Give back every entry below, exactly as written.

Dataset entries Start Marker

def test_mirror_load_capacitance_sits_at_o2_only():
    bare = dict(cox=0.0, overlap_cap=0.0, cdb=0.0)
    load = {"type": "mirror", "capacitance": 1e-12, "device": mos("pmos", **bare, **{"lambda": 0.08})}
    out = contract(design(mos("nmos", **bare), load, {"type": "ideal"}, cm=1.0))
    # hand nodal analysis (KCL at t, o1, o2 with the sources zeroed, ideal tail):
    # G_out = g_o4 + g_o2·(g_m3 + g_m4 + g_o3)/(g_o2 + 2 g_m3 + 2 g_o3); the only capacitor
    # is C_L at o2 (DESIGN.md §3a), so one pole at G_out/C_L and f_3dB = G_out/(2π C_L)
    i_d = I_TAIL / 2
    gm3 = math.sqrt(2 * 200e-6 * 20 * i_d)
    go2, go3 = 0.05 * i_d, 0.08 * i_d
    g_out = go3 + go2 * (2 * gm3 + go3) / (go2 + 2 * gm3 + 2 * go3)
    assert len(out["poles_hz"]) == 1          # a second C_L at o1 would add a pole
    assert out["f3db_hz"] == pytest.approx(g_out / (2 * math.pi * 1e-12), rel=1e-9)


# ------------------------------------------------------------------ tail Norton view
def test_ideal_and_norton_tails_report_themselves():
    # DESIGN.md §4: ideal → nulls; a Norton tail is its own R ∥ C
    assert contract(design(bjt("npn"), RESISTOR, {"type": "ideal"}))["tail"] == {
        "resistance": None, "capacitance": None}
    assert contract(design(bjt("npn"), RESISTOR, NORTON))["tail"] == {
        "resistance": 1e6, "capacitance": 1e-12}


def test_mos_simple_mirror_tail_is_ro_with_cgd_cdb_and_extra():
    tail = {"type": "mirror", "device": mos("nmos", **{"lambda": 0.04}), "extra_capacitance": 0.2e-12}
    t = contract(design(mos("nmos"), RESISTOR, tail, cm=1.0))["tail"]
    # hand: r_o = 1/(λ I_tail) of the output device (Gray et al. §4.2.2, from memory);
    # C = C_gd + C_db + extra (DESIGN.md §3a: the tail's own devices' caps at the node)
    assert t["resistance"] == pytest.approx(1 / (0.04 * I_TAIL), rel=1e-12)
    assert t["capacitance"] == pytest.approx(20e-6 * 0.3e-9 + 10e-15 + 0.2e-12, rel=1e-12)


def test_degenerated_bipolar_tail_capacitance_takes_cmu_at_its_own_vcb():
    r_e = 1.5e3
    tail = {"type": "degenerated", "degeneration": r_e, "extra_capacitance": 0.1e-12,
            "device": bjt("npn", cjc0=1.2e-12, ccs=0.4e-12)}
    t = contract(design(bjt("npn"), RESISTOR, tail, cm=0.3))["tail"]
    # hand: tail node V_E = V_cm − V_BE, 5.0 V above the −5 V rail at cm = 0.3; emitter
    # I_tail·R_E above the rail, base one V_BE higher: V_CB = h − I·R_E − V_BE.
    # C = C_mu(V_CB) + C_cs + extra (DESIGN.md §3a)
    h = (0.3 - 0.7) - (-5.0)
    vcb = h - I_TAIL * r_e - 0.7
    assert t["capacitance"] == pytest.approx(cmu_of(1.2e-12, vcb) + 0.4e-12 + 0.1e-12, rel=1e-12)


def test_degenerated_mos_tail_capacitance_is_cgd_cdb_and_extra():
    tail = {"type": "degenerated", "degeneration": 500.0, "extra_capacitance": 0.3e-12,
            "device": mos("nmos", width=60e-6)}
    t = contract(design(mos("nmos"), RESISTOR, tail, cm=1.0))["tail"]
    # hand: W·C_ov + C_db + extra (DESIGN.md §3a, square-law caps §2)
    assert t["capacitance"] == pytest.approx(60e-6 * 0.3e-9 + 10e-15 + 0.3e-12, rel=1e-12)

Dataset entries End Marker

Result for this exercise:
def test_mirror_load_capacitance_sits_at_o2_only():
    bare = dict(cox=0.0, overlap_cap=0.0, cdb=0.0)
    load = {"type": "mirror", "capacitance": 1e-12, "device": mos("pmos", **bare, **{"lambda": 0.08})}
    out = contract(design(mos("nmos", **bare), load, {"type": "ideal"}, cm=1.0))
    # hand nodal analysis (KCL at t, o1, o2 with the sources zeroed, ideal tail):
    # G_out = g_o4 + g_o2·(g_m3 + g_m4 + g_o3)/(g_o2 + 2 g_m3 + 2 g_o3); the only capacitor
    # is C_L at o2 (DESIGN.md §3a), so one pole at G_out/C_L and f_3dB = G_out/(2π C_L)
    i_d = I_TAIL / 2
    gm3 = math.sqrt(2 * 200e-6 * 20 * i_d)
    go2, go3 = 0.05 * i_d, 0.08 * i_d
    g_out = go3 + go2 * (2 * gm3 + go3) / (go2 + 2 * gm3 + 2 * go3)
    assert len(out["poles_hz"]) == 1          # a second C_L at o1 would add a pole
    assert out["f3db_hz"] == pytest.approx(g_out / (2 * math.pi * 1e-12), rel=1e-9)


# ------------------------------------------------------------------ tail Norton view
def test_ideal_and_norton_tails_report_themselves():
    # DESIGN.md §4: ideal → nulls; a Norton tail is its own R ∥ C
    assert contract(design(bjt("npn"), RESISTOR, {"type": "ideal"}))["tail"] == {
        "resistance": None, "capacitance": None}
    assert contract(design(bjt("npn"), RESISTOR, NORTON))["tail"] == {
        "resistance": 1e6, "capacitance": 1e-12}


def test_mos_simple_mirror_tail_is_ro_with_cgd_cdb_and_extra():
    tail = {"type": "mirror", "device": mos("nmos", **{"lambda": 0.04}), "extra_capacitance": 0.2e-12}
    t = contract(design(mos("nmos"), RESISTOR, tail, cm=1.0))["tail"]
    # hand: r_o = 1/(λ I_tail) of the output device (Gray et al. §4.2.2, from memory);
    # C = C_gd + C_db + extra (DESIGN.md §3a: the tail's own devices' caps at the node)
    assert t["resistance"] == pytest.approx(1 / (0.04 * I_TAIL), rel=1e-12)
    assert t["capacitance"] == pytest.approx(20e-6 * 0.3e-9 + 10e-15 + 0.2e-12, rel=1e-12)


def test_degenerated_bipolar_tail_capacitance_takes_cmu_at_its_own_vcb():
    r_e = 1.5e3
    tail = {"type": "degenerated", "degeneration": r_e, "extra_capacitance": 0.1e-12,
            "device": bjt("npn", cjc0=1.2e-12, ccs=0.4e-12)}
    t = contract(design(bjt("npn"), RESISTOR, tail, cm=0.3))["tail"]
    # hand: tail node V_E = V_cm − V_BE, 5.0 V above the −5 V rail at cm = 0.3; emitter
    # I_tail·R_E above the rail, base one V_BE higher: V_CB = h − I·R_E − V_BE.
    # C = C_mu(V_CB) + C_cs + extra (DESIGN.md §3a)
    h = (0.3 - 0.7) - (-5.0)
    vcb = h - I_TAIL * r_e - 0.7
    assert t["capacitance"] == pytest.approx(cmu_of(1.2e-12, vcb) + 0.4e-12 + 0.1e-12, rel=1e-12)


def test_degenerated_mos_tail_capacitance_is_cgd_cdb_and_extra():
    tail = {"type": "degenerated", "degeneration": 500.0, "extra_capacitance": 0.3e-12,
            "device": mos("nmos", width=60e-6)}
    t = contract(design(mos("nmos"), RESISTOR, tail, cm=1.0))["tail"]
    # hand: W·C_ov + C_db + extra (DESIGN.md §3a, square-law caps §2)
    assert t["capacitance"] == pytest.approx(60e-6 * 0.3e-9 + 10e-15 + 0.3e-12, rel=1e-12)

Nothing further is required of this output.